Davide Tabarelli, lei presiede Nomisma Energia, società indipendente di ricerca sull’energia e l’ambiente. È trascorso un anno dall’invasione russa dell’Ucraina. Dal punto di vista delle politiche energetiche, quale impatto ha avuto il conflitto sul nostro Paese e sul Mezzogiorno in particolare?
«In un anno di crisi, l’Italia si è vista travolta da un aumento delle bollette energetiche come nessun altro Paese in Europa.
Approvvigionamento energetico: ci siamo scoperti fragili, tanto a livello nazionale che a livello europeo, dove la transizione energetica è stata immaginata e costruita concentrandosi soprattutto sull’impatto ambientale e molto meno sulle risorse disponibili e necessarie a sostenere l’economia. Condivide l’analisi?

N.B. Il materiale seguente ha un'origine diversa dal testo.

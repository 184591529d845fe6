import { Injectable } from '@nestjs/common';
import { InjectModel } from '@nestjs/sequelize';
import type { YardInput, YardView } from '@brimgate/rules';
import type { Transaction } from 'sequelize';
import { AuditService } from '../audit/audit.service';
import { changesBetween } from '../audit/changes';
import { yardWords } from '../audit/field-words';
import type { CurrentUser } from '../common/current-user';
import { TransactionsService } from '../common/transactions.service';
import { DUPLICATE_KEY, errorNumber } from '../database/error-number';
import { ofFirm } from '../database/firm-scope';
import { saveVersion } from '../database/save-version';
import { YardNameTaken, YardNotFound } from './yard.errors';
import { YardModel } from './yard.model';
import { toYardView } from './yard.view';

@Injectable()
export class YardsService {
  constructor(
    @InjectModel(YardModel) private readonly yards: typeof YardModel,
    private readonly transactions: TransactionsService,
    private readonly audit: AuditService,
  ) {}

  async list(user: CurrentUser): Promise<{ items: YardView[]; nextCursor: null }> {
    const rows = await this.yards.findAll({
      where: { ...ofFirm(user), id: [...user.yardIds] },
      order: [['name', 'ASC']],
    });
    return { items: rows.map(toYardView), nextCursor: null };
  }

  async show(uuid: string, user: CurrentUser): Promise<YardView> {
    return toYardView(await this.find(uuid, user));
  }

  /** The yard by its public id, if the person is assigned to it; foreign and unknown yards are the same 404. */
  async find(uuid: string, user: CurrentUser, transaction?: Transaction): Promise<YardModel> {
    const row = await this.yards.findOne({
      where: { ...ofFirm(user), id: [...user.yardIds], uuid },
      transaction: transaction ?? null,
    });
    if (!row) throw new YardNotFound();
    return row;
  }

  update({
    uuid,
    input,
    version,
    user,
  }: {
    uuid: string;
    input: YardInput;
    version: number;
    user: CurrentUser;
  }): Promise<YardView> {
    return this.transactions.run(async (transaction) => {
      const row = await this.find(uuid, user, transaction);
      const changes = changesBetween(yardWords, row.get({ plain: true }) as Record<string, unknown>, input);
      await this.save(row, input, version, transaction);
      await this.audit.record(transaction, {
        user,
        act: 'yard-changed',
        sentence: `Changed the settings of ${row.name}`,
        subject: { kind: 'yard', id: row.uuid, name: input.name },
        yardId: row.id,
        changes,
      });
      return toYardView(await this.find(uuid, user, transaction));
    });
  }

  private async save(row: YardModel, input: YardInput, version: number, transaction: Transaction): Promise<void> {
    try {
      await saveVersion(this.yards, { firmId: row.firmId, id: row.id, version }, input, transaction);
    } catch (error) {
      throw errorNumber(error) === DUPLICATE_KEY ? new YardNameTaken() : error;
    }
  }
}
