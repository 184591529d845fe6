import { parseEnv } from './env';

const complete = {
  DATABASE_USER: 'brimgate',
  DATABASE_PASSWORD: 'secret-of-the-database',
  JWT_SECRET: 'a secret of thirty-two characters and more',
};

describe('the environment', () => {
  it('has defaults for everything but secrets', () => {
    expect(parseEnv(complete)).toMatchObject({ HOST: '127.0.0.1', PORT: 3000, PUBLIC_URL: 'http://127.0.0.1:3000' });
  });

  it('names everything that is missing or wrong at once, and no value', () => {
    const faulty = { ...complete, PORT: '99999', JWT_SECRET: 'short', SMTP_PORT: 'mail', DATABASE_USER: undefined };
    const parse = () => parseEnv(faulty);
    for (const name of ['PORT', 'JWT_SECRET', 'SMTP_PORT', 'DATABASE_USER']) expect(parse).toThrow(name);
    for (const value of ['99999', 'short', 'secret-of-the-database']) expect(parse).not.toThrow(value);
  });

  it('relaxes durability for tests but never in production', () => {
    const relaxed = { ...complete, DATABASE_RELAX_DURABILITY: 'true' };
    expect(parseEnv(relaxed).DATABASE_RELAX_DURABILITY).toBe(true);
    const production = { ...relaxed, NODE_ENV: 'production', PUBLIC_URL: 'https://brimgate.example' };
    expect(() => parseEnv(production)).toThrow('Durability cannot be relaxed in production');
  });

  it('wants to be told its address in production', () => {
    expect(() => parseEnv({ ...complete, NODE_ENV: 'production' })).toThrow('Set PUBLIC_URL');
  });
});
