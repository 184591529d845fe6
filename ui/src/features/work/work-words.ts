import type { Role, WorkGroup } from '@brimgate/rules';

/** What a group of waiting things asks for. */
export const groupWords: Readonly<Record<WorkGroup['key'], { title: string; aside: string }>> = {
  'to-sign': { title: 'To sign', aside: 'oldest first' },
  'sent-back': { title: 'Sent back to you', aside: 'with a reason' },
  'ready-to-release': { title: 'Ready to release', aside: 'waits for nobody else' },
  'waiting-for-others': { title: 'Waiting for others', aside: 'in review' },
  drafts: { title: 'In hand', aside: 'neither sent for review nor released' },
  'to-acknowledge': { title: 'To acknowledge', aside: 'advisories for your yard' },
  'mail-not-delivered': { title: 'Mail that did not arrive', aside: 'parked or waiting for another try' },
  'lots-incomplete': { title: 'Lots with something missing', aside: 'their excretion is not determined' },
  'recently-released': { title: 'Being fed', aside: 'released lately' },
};

/** Said when nothing waits: what comes next for this role, and from whom. */
export const emptyWords: Readonly<Record<Role, { title: string; next: string }>> = {
  nutritionist: {
    title: 'Nothing waits for you',
    next: 'Enter a ration with its water to screen it; what it exceeds, and who signs, shows while you type.',
  },
  veterinarian: {
    title: 'Nothing waits for your signature',
    next: 'A ration comes here when a nutritionist sends it for review. What was fed before stands under Rations.',
  },
  compliance: {
    title: 'Nothing waits for you',
    next: 'Enter a lot with its weights and days, and the ledger counts what it excretes.',
  },
  'yard-manager': {
    title: 'Nothing waits for you',
    next: 'When a ration is released for your yard, its advisory comes here and by e-mail.',
  },
  administrator: {
    title: 'Nothing waits for you',
    next: 'Look after the yards’ addresses, caps and gates; what people did stands in the audit trail.',
  },
};

/** A finding to value and limit: what qualifies the limit and where the most comes from stand on the ration's page. */
export const brieflyFound = (detail: string): string =>
  detail.replace(/((?:above|below|near|within) the (?:limit|minimum) of [^(]+?) \(.*$/s, '$1.');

«Sì, abbiamo lavorato molto alla transizione ambientale, mettendo al primo posto la necessaria riduzione dei livelli di anidride carbonica e lo sviluppo delle fonti rinnovabili e ci siamo un po’ dimenticati della sicurezza e del fatto che, così facendo, stavamo aumentando le importazioni di gas soprattutto dalla Russia, dalla quale poi ci siamo ritrovati a essere dipendenti per il 40% dei nostri consumi. Questo canale è stato “tagliato” ed è stato inevitabile che i prezzi aumentassero. Da qui occorre fare tesoro dell’esperienza e riportare al centro delle politiche di transizione non solo l’ambiente, che pure resta fra gli obiettivi prioritari, ma anche la sicurezza e la competitività del sistema economico».
Proprio in questi giorni si paventa un inasprimento del conflitto. Quali conseguenze potrebbe avere uno scenario di questo tipo?
«Avremmo un ulteriore taglio delle forniture dalla Russia, un peggioramento delle esportazioni di petrolio, perché la Russia esporta tantissimo petrolio in tutto il mondo. Per ora, nonostante i timori, non è cambiato nulla sull’import di petrolio e il prodotto è rimasto disponibile in grandi quantità. Anzi, paradossalmente i prezzi della benzina alla pompa, nonostante la confusione di inizio anno, sono molto stabili. Ma se il conflitto si allargasse, se ci fosse un inasprimento come si teme, allora ci troveremmo a fronteggiare un numero maggiori di criticità, tanto sul prezzo del petrolio che su quello del gas, che conoscerebbe una nuova fase di tensioni e aumenti».
«Le bollette stanno scendendo perché il prezzo del gas è crollato a 50 euro per MegaWatt/ora, dopo aver raggiunto, in agosto, la cifra record di 350 euro per MegaWatt/ora. Ma va detto che 50 euro è sempre più del doppio delle medie di lungo termine, quasi cinque volte il prezzo che pagano gli Stati Uniti. Per i primi di marzo dobbiamo aspettarci un forte contenimento delle bollette del gas: sarà annunciata una riduzione di circa il 17-20%. Poi da aprile a giugno ci sarà anche la riduzione del 20-25% sulle bollette dell’energia elettrica. Nonostante questo, parliamo di valori che restano comunque superiori del 40% a quelli registrati non prima del conflitto fra Russia e Ucraina, ma prima della pandemia del 2020. Il cambiamento profondo al quale stiamo assistendo comincia da lì».